Problem to solve:
Using the records below, repeat exactly the lines from the one holding "COUNT(*), MIN(night), MAX(night)" through the one holding "WHERE target = ?1 AND status = 'ok'", both ends included, and no others.

Input material:
***

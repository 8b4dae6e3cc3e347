//! A target across nights: every light frame of a target with what its summary reads
//! (`season`), the targets the store holds, and each night's usable exposure of a
//! target for its plan.

use std::collections::BTreeMap;

use serde::Deserialize;

use super::db::{values, DbError, Row};
use super::{Store, StoreError};
use crate::rules::Verdict;
use crate::season::plan::NightUsable;
use crate::season::{FrameQuality, TargetFrame, TargetNights};

/// The one header fact a target's summary reads.
#[derive(Deserialize)]
struct Exposure {
    #[serde(default)]
    exposure_s: Option<f64>,
}

fn exposure_of(header_json: Option<String>) -> Option<f64> {
    header_json
        .and_then(|h| serde_json::from_str::<Exposure>(&h).ok())
        .and_then(|e| e.exposure_s)
}

fn target_frame(r: &Row) -> Result<TargetFrame, DbError> {
    let status: String = r.get(6)?;
    let verdict: Option<String> = r.get(7)?;
    let metrics: Option<String> = r.get(9)?;
    let quality: Option<FrameQuality> = metrics.and_then(|m| serde_json::from_str(&m).ok());
    Ok(TargetFrame {
        id: r.get(0)?,
        path: r.get(1)?,
        rig: r.get(2)?,
        night: r.get::<Option<String>>(3)?.unwrap_or_default(),
        filter: r.get(4)?,
        time_unix: r.get(5)?,
        readable: status == "ok" && quality.is_some(),
        verdict: verdict.as_deref().and_then(Verdict::from_name),
        exposure_s: exposure_of(r.get(8)?),
        quality,
    })
}

impl Store {
    /// Every light frame of `target` (this rig's; every rig's for a site handle), in
    /// time order, with its night's verdict and the metrics a target's summary reads.
    pub fn target_frames(&self, target: &str) -> Result<Vec<TargetFrame>, StoreError> {
        self.rows(
            "SELECT id, path, rig, night, filter, time_unix, status, verdict, header_json,
                metrics_json
             FROM frames WHERE target = ?1 AND status != 'skipped' AND (rig = ?2 OR ?2 IS NULL)
             ORDER BY COALESCE(time_unix, recorded_at), id",
            values![target, self.scope()],
        )?
        .iter()
        .map(target_frame)
        .collect::<Result<_, _>>()
        .map_err(|e| self.err(e))
    }

    /// The targets with light frames (this rig's; every rig's for a site handle), by
    /// name: how many nights and frames, the first and last night.
    pub fn targets(&self) -> Result<Vec<TargetNights>, StoreError> {
        self.rows(
            "SELECT target, COUNT(DISTINCT night), COUNT(*), MIN(night), MAX(night)
             FROM frames WHERE target IS NOT NULL AND status != 'skipped'
               AND (rig = ?1 OR ?1 IS NULL)
             GROUP BY target ORDER BY target",
            values![self.scope()],
        )?
        .iter()
        .map(|r| {
            Ok(TargetNights {
                target: r.get(0)?,
                nights: r.get(1)?,
                frames: r.get(2)?,
                first_night: r.get(3)?,
                last_night: r.get(4)?,
            })
        })
        .collect::<Result<_, DbError>>()
        .map_err(|e| self.err(e))
    }

    /// A target's usable exposure per night and filter: the summed exposure of the
    /// frames its nights keep (verdict ok, and warn when `with_warned`), as the lists
    /// of frames to stack hold them.
    pub fn target_usable(
        &self,
        target: &str,
        with_warned: bool,
    ) -> Result<Vec<NightUsable>, StoreError> {
        let rows = self.rows(
            "SELECT night, filter, header_json FROM frames
             WHERE target = ?1 AND status = 'ok' AND (rig = ?3 OR ?3 IS NULL)
               AND (verdict = 'ok' OR (?2 AND verdict = 'warn'))",
            values![target, with_warned, self.scope()],
        )?;
        let mut sums: BTreeMap<(String, Option<String>), f64> = BTreeMap::new();
        type Texts = (Option<String>, Option<String>, Option<String>);
        for r in &rows {
            let read = || -> Result<Texts, DbError> { Ok((r.get(0)?, r.get(1)?, r.get(2)?)) };
            let (night, filter, header) = read().map_err(|e| self.err(e))?;
            *sums.entry((night.unwrap_or_default(), filter)).or_default() +=
                exposure_of(header).unwrap_or(0.0);
        }
        Ok(sums
            .into_iter()
            .map(|((night, filter), usable_s)| NightUsable {
                night,
                filter,
                usable_s,
            })
            .collect())
    }
}
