/// The morning summary of the night that just ended, once, when `schedule` says it is
/// due.
fn summary_if_due(store: &Store, config: &Config, now: f64) {
    let Some(when) = config.mail.summary_time else {
        return;
    };
    let Some(night) =
        super::schedule::summary_due(when, now, config.timezone(), config.site_position())
    else {
        return;
    };
    let key = format!("summary:{night}");
    if store.meta(&key).ok().flatten().is_some() {
        return;
    }
    // A site's summary is sent by one daemon: the one that takes the site's lease. A
    // daemon that dies holding it lets it run out, and another sends the summary then.
    let site = config.mail.summary_of_site;
    let holder = format!("rig '{}' (process {})", config.rig.name, std::process::id());
    let lease = if site {
        match store.take_lease(&key, &holder, now, SITE_SUMMARY_LEASE_SECONDS) {
            Ok(Some(lease)) => Some(lease),
            Ok(None) => return,
            Err(e) => {
                tracing::error!("site summary of {night}: {e}");
                return;
            }
        }
    } else {
        None
    };
    // The store is locked by the caller; prepare reads it through a second connection.
    let result = Store::open_configured(config)
        .map_err(crate::morning::MorningError::from)
        .and_then(|mut s| {
            let p = crate::morning::prepare(&mut s, config, &night)?;
            crate::morning::queue_mail(&s, config, &p, now)
        });
    match result {
        Ok(_) => {
            if let Err(e) = store.set_meta(&key, &now.to_string()) {
                tracing::error!("morning summary of {night} queued, but not marked sent: {e}");
            }
            if let Some(lease) = &lease {
                match store.finish_lease(&key, lease, &holder, now) {
                    Ok(true) => {}
                    Ok(false) => tracing::warn!(
                        "site summary of {night}: queued after this daemon's lease ran out; another daemon may send it too"
                    ),
                    Err(e) => {
                        tracing::error!("site summary of {night} queued, but not marked sent: {e}")
                    }
                }
            }
            tracing::info!(
                "morning summary of {night}{} queued for mail",
                if site { " (every rig of the site)" } else { "" }
            );
        }
        Err(e) => {
            if let Some(lease) = &lease {
                let _ = store.release_lease(&key, lease);
            }
            tracing::error!("morning summary of {night} not made: {e}");
        }
    }
}

/// What an anomaly alert says: the group, the kind, where on the sky, what was measured,
/// and the frames it was seen in.
fn anomaly_message(a: &crate::contract::AnomalyRecord) -> String {
    let place = match (a.ra_deg, a.dec_deg) {
        (Some(r), Some(d)) => format!(" at {} (J2000)", crate::report::sexagesimal(r, d)),
        _ => String::new(),
    };
    let frames = match (a.detections.first(), a.detections.last()) {
        (Some(first), Some(last)) if a.detections.len() > 1 => format!(
            "seen in {} frames, from {} (x={:.0}, y={:.0}) to {}",
            a.detections.len(),
            crate::report::file_name(&first.path),
            first.x,
            first.y,
            crate::report::file_name(&last.path)
        ),
        (Some(d), _) => format!(
            "seen in {} (x={:.0}, y={:.0})",
            crate::report::file_name(&d.path),
            d.x,
            d.y
        ),
        _ => String::new(),
    };
    format!(
        "{}: {}{place}: {}; {frames}",
        crate::report::group_heading(a.target.as_deref(), a.filter.as_deref()),
        a.kind.name(),
        crate::report::what(a)
    )
}

#[cfg(test)]
mod tests {
    use super::*;
    use crate::contract::{AnomalyRecord, DetectionRecord};
    use crate::night::AnomalyKind;

    fn moving(frames: usize, ra: f64) -> AnomalyRecord {
        AnomalyRecord {
            kind: AnomalyKind::Moving,
            ra_deg: Some(ra),
            dec_deg: Some(12.5),
            detections: (0..frames)
                .map(|i| DetectionRecord {
                    path: format!("/data/kfa_{i:03}.fits"),
                    x: 100.2 + 3.0 * i as f64,
                    y: 200.4,
                })
                .collect(),
            detail: crate::night::Detail::Moving(crate::night::detail::MovingDetail {
                rate_arcsec_per_min: None,
                position_angle_deg: None,
                rate_px_per_min: 3.0,
                frames,
                instrumental_mag: None,
            }),
            target: None,
            filter: None,
            catalogue: None,
            catalogue_depth_mag: None,
            mag: None,
            mag_err: None,
            mag_band: None,
        }
    }

    #[test]
    fn free_space_is_watched_where_frames_the_store_reports_and_lists_are() {
        let dir = tempfile::tempdir().unwrap();
        let mut c = Config::default();
        c.watch.folders = vec![dir.path().join("capture")];
        c.store.path = Path::new("/dev/shm/subwatch-test/s.db").to_path_buf();
        c.report.folder = Some(dir.path().join("reports/not-made-yet"));
        c.actions.accepted_lists = true;
        let folders = written_folders(&c);
        assert_eq!(
            folders,
            vec![
                dir.path().join("capture"),
                PathBuf::from("/dev/shm/subwatch-test"),
                dir.path().join("reports/not-made-yet"),
                PathBuf::from("/dev/shm/subwatch-test/accepted"),
            ]
        );
        // One entry per file system, named by the first folder on it; folders not made
        // yet count by their nearest parent.
        let free = free_space(&folders);
        let devices = |p: &Path| {
            crate::os::file_system_of(p.ancestors().find(|a| a.exists()).unwrap()).unwrap()
        };
        let distinct: std::collections::HashSet<String> =
            folders.iter().map(|f| devices(f)).collect();
        assert_eq!(free.len(), distinct.len());
        assert_eq!(free[0].0, dir.path().join("capture"));
    }

    #[test]
    fn a_growing_track_keeps_its_alert_identity() {
        // Later analyses of the same asteroid see more frames and a shifted mean position.
        let early = alert_identity("2026-12-01", "anomaly_moving", &moving(3, 40.01));
        let later = alert_identity("2026-12-01", "anomaly_moving", &moving(9, 40.03));
        assert_eq!(early, later);
        let mut other = moving(3, 40.01);
        other.detections[0].x += 50.0;
        assert_ne!(
            early,
            alert_identity("2026-12-01", "anomaly_moving", &other)
        );
        assert_ne!(
            early,
            alert_identity("2026-12-02", "anomaly_moving", &moving(3, 40.01))
        );
    }
}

***

Task solution:
            "SELECT target, COUNT(DISTINCT night), COUNT(*), MIN(night), MAX(night)
             FROM frames WHERE target IS NOT NULL AND status != 'skipped'
               AND (rig = ?1 OR ?1 IS NULL)
             GROUP BY target ORDER BY target",
            values![self.scope()],
        )?
        .iter()
        .map(|r| {
            Ok(TargetNights {
                target: r.get(0)?,
                nights: r.get(1)?,
                frames: r.get(2)?,
                first_night: r.get(3)?,
                last_night: r.get(4)?,
            })
        })
        .collect::<Result<_, DbError>>()
        .map_err(|e| self.err(e))
    }

    /// A target's usable exposure per night and filter: the summed exposure of the
    /// frames its nights keep (verdict ok, and warn when `with_warned`), as the lists
    /// of frames to stack hold them.
    pub fn target_usable(
        &self,
        target: &str,
        with_warned: bool,
    ) -> Result<Vec<NightUsable>, StoreError> {
        let rows = self.rows(
            "SELECT night, filter, header_json FROM frames
             WHERE target = ?1 AND status = 'ok' AND (rig = ?3 OR ?3 IS NULL)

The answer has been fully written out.